Trade unionists the world over celebrate any decline in unemployment. But many local trade unionists may be forgiven for being rather less than enthusiastic about the latest Labour Forces Survey (LFS), despite claims that it reveals the lowest jobless rate since June 2009.
Released on Tuesday, two days before President Jacob Zuma’s state of the nation address, the LFS is, understandably, being punted optimistically in government circles. On the whole, the labour movement takes a more cautious view.
In the first place, many trade unionists are wary of official statistics regarding employment, understanding that they can be influenced by political and other considerations. They also tend to subscribe to the view that, all too often, there are lies, damned lies and then there are statistics.
This applies in particular to official estimates of unemployment — especially at times of economic crisis and growing joblessness. The timing of the release of the latest LFS results also caused some wry comment.
There was speculation about whether the results might not have been delayed until after the state of the nation address, had they provided a more negative set of figures. As it is, a close look at the LFS hardly inspires confidence, for all the publicity about the unemployment rate having fallen to 23.9 percent.

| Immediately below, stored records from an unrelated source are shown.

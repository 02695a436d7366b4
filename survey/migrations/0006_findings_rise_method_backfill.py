"""Findings judged before the rise method and load exponent were stored say how they were
judged: a rise over a like component was then the hottest of the place over the mean of
the reference (hottest to mean), corrected with the exponent kept in the suggestion.

Instruments are not made from the surveys' free-text camera field: it holds neither the
detector width nor the lens's field of view the pixel geometry needs, so those surveys
keep their text and recorded IFOV, which stay the fallback.
"""

from django.db import migrations

RISE_BASES = ("similar", "ambient")


def backfill(apps, schema_editor):
    Finding = apps.get_model("survey", "Finding")
    for finding in Finding.objects.filter(basis__in=RISE_BASES).iterator():
        values = (finding.suggestion or {}).get("values") or {}
        exponent = values.get("load_exponent")
        finding.load_exponent = exponent if isinstance(exponent, int | float) else 2.0
        if finding.basis == "similar" and not finding.rise_method:
            finding.rise_method = "hottest_to_mean"
        finding.save(update_fields=["load_exponent", "rise_method"])


class Migration(migrations.Migration):
    dependencies = [("survey", "0005_judgement_evidence_instruments")]

    operations = [migrations.RunPython(backfill, migrations.RunPython.noop)]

This is the figure calculated on a narrow basis that excludes “discouraged” work seekers. However, it does provide a political straw that can be spun into a claim that a turn-around has begun and that measures taken by the government are starting — albeit slowly — to work.
“It’s not enough, but it does mean that 179 000 more people will be earning something,” says Federation of Unions of SA (Fedusa) general secretary Dennis George. However, he adds that this figure — “even if sustainable” — is only about half the number needed.
Cosatu, however, was quick to point out the difference between the “narrowly calculated” 23.9 percent and the “more realistic expanded figure” included in the LFS. This paints a rather different picture: there has been a marginal decline in joblessness of 0.6 percent, meaning that nearly 36 percent or 7.5 million men and women are still, officially, without work.
Even this figure is regarded by the labour movement as an under estimate because of the ongoing dispute about definitions of employment. Should the “working poor”, those people listed as employed, but who earn less than R1 000 or less than R500 a month be regarded, in the strict sense, as wage earning employees? And should small-scale informal traders, selling a few oranges or sweets on a street corner qualify as employed? Officially, they do.
Union estimates are that more than 30 percent of workers now listed as employed, earn less than R1 000 a month with perhaps half their number taking home no more than R500. If these numbers are added to the officially acknowledged list of those without jobs, the warning by Cosatu general secretary Zwelinzima Vavi about a “ticking time bomb” seems even more frighteningly accurate.
Yet despite some muted murmurs of optimism, there seems to be a growing consensus across the board that agrees with the assessment last year of US economist Nuriel Roubini, a one-time adviser to the International Monetary Fund. He maintains that the world stands poised between the possibility of an ongoing recession or a collapse into a major depression.
Jobs therefore become an even more critical issue and, in a South African context, throw into sharp relief, the whole question of labour brokers and attitudes about them. Cosatu has announced a general strike for Wednesday, March 7 to call for the banning of labour brokers and for and end to e-tolling in Guteng.
Cosatu spokesperson Patrick Craven explains: “We are not opposed to temporary employment agencies. We are opposed to those who abuse the system.”
This is in line with what this column has stated over recent years about labour brokers. In October 2009, it was pointed out: “In law, the end employer who hires a broker to supply labour, hires the employees of the broker. The broker is, therefore responsible, under the labour laws, for the pay and conditions of the workers outsourced to other companies.”
As has also been regularly pointed out, any broker or agency that does not provide all the usual rights and benefits to workers is breaking the law. But this law is broken regularly and with impunity — along with others pertaining to health and safety and basic conditions of employment.
Such breaches are not the fault of the law; they happen because the laws are not enforced. Which is not to say that the laws as they stand do not need improvement. With regard to section 198 of the LRA, the definition of an independent contractor probably requires clarification.
Unscrupulous labour brokers often maintain that they are mere agents for such “independent” contractors; that every individual seeking any temporary employment, qualifies as an independent contractor. This is clearly nonsense; it is the argument of the free market fringe who decry all regulation.
And calls for no regulation are only one step away from those for self-regulation, a position adopted by the main parliamentary opposition. But a consensus seems to be growing for the temporary labour industry to be “strictly regulated by the social partners, by government, business and organised labour”. State labour exchanges may well be on the cards.
This greater involvement of the state also once again raises the question of nationalisation, capitalism and socialism raised here two weeks ago. It caused Dan Gallin of the Global Labour Institute in Geneva to send the email comment: “State ownership is not the issue, democratic control of production is.”
At the same time KZN reader, Ken Carstens, passed on a comment made by a Latin American diplomat at the COP 17 conference in Durban. Discussing nationalisation, the diplomat argued: “One has first to nationalise the state”.
So it is not just a case of a luta continua, but also of a debate continua.